— Магнитофон надо бы наследникам отдать, а кому, не знаю…
— Бросьте об этом думать, — сказал Чернорай.
— Вот и все…
— Вот и все, — вслед за ней повторил Чернорай. — Bыпьем, Леша, на дорожку. Выпьем за здоровье Любочки, помянем еще раз Жору, — рукой с приподнятым стаканом он указал на магнитофон. — Выпьем за хороших людей… А вы не скучайте, мы еще увидимся… И готовьтесь хорошенько отдохнуть… Живым надо жить, вот какая штука.
Она тоже спустилась и немного постояла у дверей, провожая их глазами.

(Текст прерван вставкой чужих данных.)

# Greene, Econometric Analysis, the Grunfeld five-firm example: OLS of invest on value and
# capital, firm by firm (printed to 4–5 significant digits). US Steel is left out: its
# capital series differs between published copies of the data.
GREENE_PER_FIRM = {
    "General Motors": (-149.782, 0.11928, 0.37144),
    "General Electric": (-9.9563, 0.026551, 0.15169),
    "Westinghouse": (-0.5094, 0.05289, 0.09241),
    "Chrysler": (-6.1900, 0.07795, 0.31572),
}


def test_grunfeld_each_firm_equals_statsmodels_and_the_printed_estimates():
    data = grunfeld.load_pandas().data
    frame = data.assign(series=data["firm"].astype(str))
    model = PerSeriesOLS().fit(_design(frame, ["value", "capital"]), frame["invest"].to_numpy())
    table = model.coefficient_table()
    assert sorted(model.series_) == sorted(frame["series"].unique()) and len(model.series_) == 11
    worst = 0.0
    for firm, own in frame.groupby("series"):
        # Reference library: statsmodels OLS, firm alone.
        reference = sm.OLS(own["invest"].to_numpy(),
                           sm.add_constant(own[["value", "capital"]].to_numpy(float))).fit()
        got = table[table["series"] == firm].set_index("term").loc[[INTERCEPT, "value", "capital"]]
        worst = max(worst, _relative(got["estimate"], reference.params),
                    _relative(got["std_error"], reference.bse))
        if firm in GREENE_PER_FIRM:   # printed values, to the digits printed
            np.testing.assert_allclose(got["estimate"], GREENE_PER_FIRM[firm], rtol=5e-4)
    assert worst < RTOL


# --------------------------------------------------------------------------------------------
# NIST StRD certified values through the batched path of fit_series_chunk.
# --------------------------------------------------------------------------------------------

from test_ols import _lre  # noqa: E402  (the NIST log relative error, shared with the single fit)


def _nist_task(name: str, copies: int = 1) -> ChunkTask:
    certified = NIST_CERTIFIED[name]
    frame = pd.read_csv(NIST_DIR / f"{name}.csv")
    if certified["degree"] is None:
        columns = [c for c in frame.columns if c != "y"]
        matrix = frame[columns].to_numpy(float)
    else:
        terms = NumericTerms("x", certified["degree"]).fit(frame)
        matrix, columns = terms.transform(frame), terms.get_feature_names_out()
    if certified["intercept"]:
        matrix = np.column_stack([np.ones(len(matrix)), matrix])
        columns = [INTERCEPT, *columns]
    return ChunkTask(np.tile(matrix, (copies, 1)), np.tile(frame["y"].to_numpy(float), copies),
                     np.full(copies, len(frame)), bool(certified["intercept"]), list(columns))


def _nist_failures(name: str, fit, position: int = 0) -> tuple[list[str], float]:
    certified = NIST_CERTIFIED[name]
    se = np.sqrt(np.diag(fit.xtx_inverse[position])) * fit.resid_sd[position]
    checks = [*((c, cert, MIN_LRE) for c, cert in zip(fit.coef[position], certified["coef"])),
              *((c, cert, MIN_SE_LRE) for c, cert in zip(se, certified["se"])),
              (fit.resid_sd[position], certified["rsd"], MIN_SE_LRE)]
    failures, lowest = [], 15.0
    for computed, cert, bar in checks:
        if float(cert) == 0:
            if not abs(computed) < ZERO_ABS_TOL:
                failures.append(f"computed {computed!r}, certified 0")
            continue
        lowest = min(lowest, _lre(computed, cert))
        if _lre(computed, cert) < bar:
            failures.append(f"computed {computed!r}, certified {cert}, LRE {_lre(computed, cert):.2f}")
    return failures, lowest


def _refined_expected(matrix: np.ndarray, y: np.ndarray) -> bool:
    """The precision rule (pipeline/models/ols.py), computed here from numpy's SVD and lstsq of
    the unit-scaled design: refine when the condition number exceeds 1,000 or
    −log₁₀(ε·κ·max|z|/min|z|) falls below 8."""
    norms = np.linalg.norm(matrix, axis=0)
    z = np.abs(np.linalg.lstsq(matrix / norms, y, rcond=None)[0])
    singular = np.linalg.svd(matrix / norms, compute_uv=False)
    condition = singular[0] / singular[-1]
    z = z[z > 0]
    return condition > 1e3 or -math.log10(np.finfo(float).eps * condition * z.max() / z.min()) < 8


@pytest.mark.parametrize("name", NIST_DATASETS)
def test_nist_strd_certified_values_through_the_batched_path(name):
    """NIST StRD: certified estimates to LRE ≥ 11, their standard deviations and the residual
    SD to LRE ≥ 9 (1e-9 absolute where certified 0), through fit_series_chunk: a series the
    precision rule finds well-conditioned is solved by the stacked QR, one it does not is
    refined in twice the working precision by the single fit."""
    task = _nist_task(name)
    fit = fit_series_chunk(task)
    assert not fit.fell_back[0] and fit.dropped == []
    assert fit.df_resid[0] == len(pd.read_csv(NIST_DIR / f"{name}.csv")) - len(NIST_CERTIFIED[name]["coef"])
    assert bool(fit.refined[0]) == _refined_expected(task.matrix, task.y)
    failures, _ = _nist_failures(name, fit)
    assert not failures, f"{name}: " + "; ".join(failures)


def test_the_hardest_nist_datasets_are_refined_in_the_batched_path():
    """wampler3 (κ ≈ 2.2e3) and longley (κ ≈ 4.3e4), where the stacked QR alone stops short
    of eleven digits (wampler3 9.55, measured before refining), are refined."""
    for name in ("wampler3", "longley"):
        fit = fit_series_chunk(_nist_task(name))
        assert fit.refined[0] and fit.digits[0] >= 13, name


def test_nist_wampler_datasets_stacked_as_series_of_one_shape():
    """Wampler1–3 share x (21 rows, degree 5): as three series of one chunk they form one
    stack, and each still meets its certified values; three copies of Longley in one chunk
    give each copy the same digits as Longley alone."""
    tasks = [_nist_task(name) for name in ("wampler1", "wampler2", "wampler3")]
    stacked = ChunkTask(np.vstack([t.matrix for t in tasks]), np.concatenate([t.y for t in tasks]),
                        np.concatenate([t.counts for t in tasks]), True, tasks[0].names)
    fit = fit_series_chunk(stacked)
    for position, name in enumerate(("wampler1", "wampler2", "wampler3")):
        failures, _ = _nist_failures(name, fit, position)
        assert not failures, f"{name}: " + "; ".join(failures)
    alone = fit_series_chunk(_nist_task("longley"))
    copies = fit_series_chunk(_nist_task("longley", copies=3))
    for position in range(3):
        np.testing.assert_allclose(copies.coef[position], alone.coef[0], rtol=1e-13)


# Without an intercept, a series whose every column is all zeros keeps no column: it is
# forecast by its own mean (it once reached the batched fit with zero columns and crashed).
def test_without_an_intercept_a_series_with_only_zero_columns_does_not_stop_the_fit():
    rng = np.random.default_rng(0)
    series = np.repeat(["a", "b"], 10)
    matrix = rng.normal(size=(20, 2))
    matrix[10:] = 0.0          # e.g. a promotion driver that is 0 throughout series 'b'
    model = PerSeriesOLS(fit_intercept=False).fit(Design(matrix, ["u", "v"], series),
                                                 rng.normal(size=20))
    assert np.isfinite(model.predict(Design(matrix, ["u", "v"], series))).all()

Петляя по ночным улицам, Чернорай сердито молчал. Натыкаясь на лобовое стекло, свет уличных фонарей выхватывал из полутьмы кузова лоснившиеся скулы грубого лица, устало приспущенные веки глаз. И только подъезжая к дому Лютрова на Молодежном проспекте, Чернорай хмуро сказал:
— Поменьше бы нам следить на этом свете, не хватать добрых людей своими бедами…
— Все мы на одной фирме, Слава, куда нам друг от друга? — сказал Лютров. — Ну, будь здоров! Завтра ты проснешься знаменитым.
— Завтра я проснусь на том же месте, где и вчера… Да! Я еще на банкете собирался сказать тебе! Всю память отшибло… Ты знаешь, я видел ту девушку из Перекатов.
— Где?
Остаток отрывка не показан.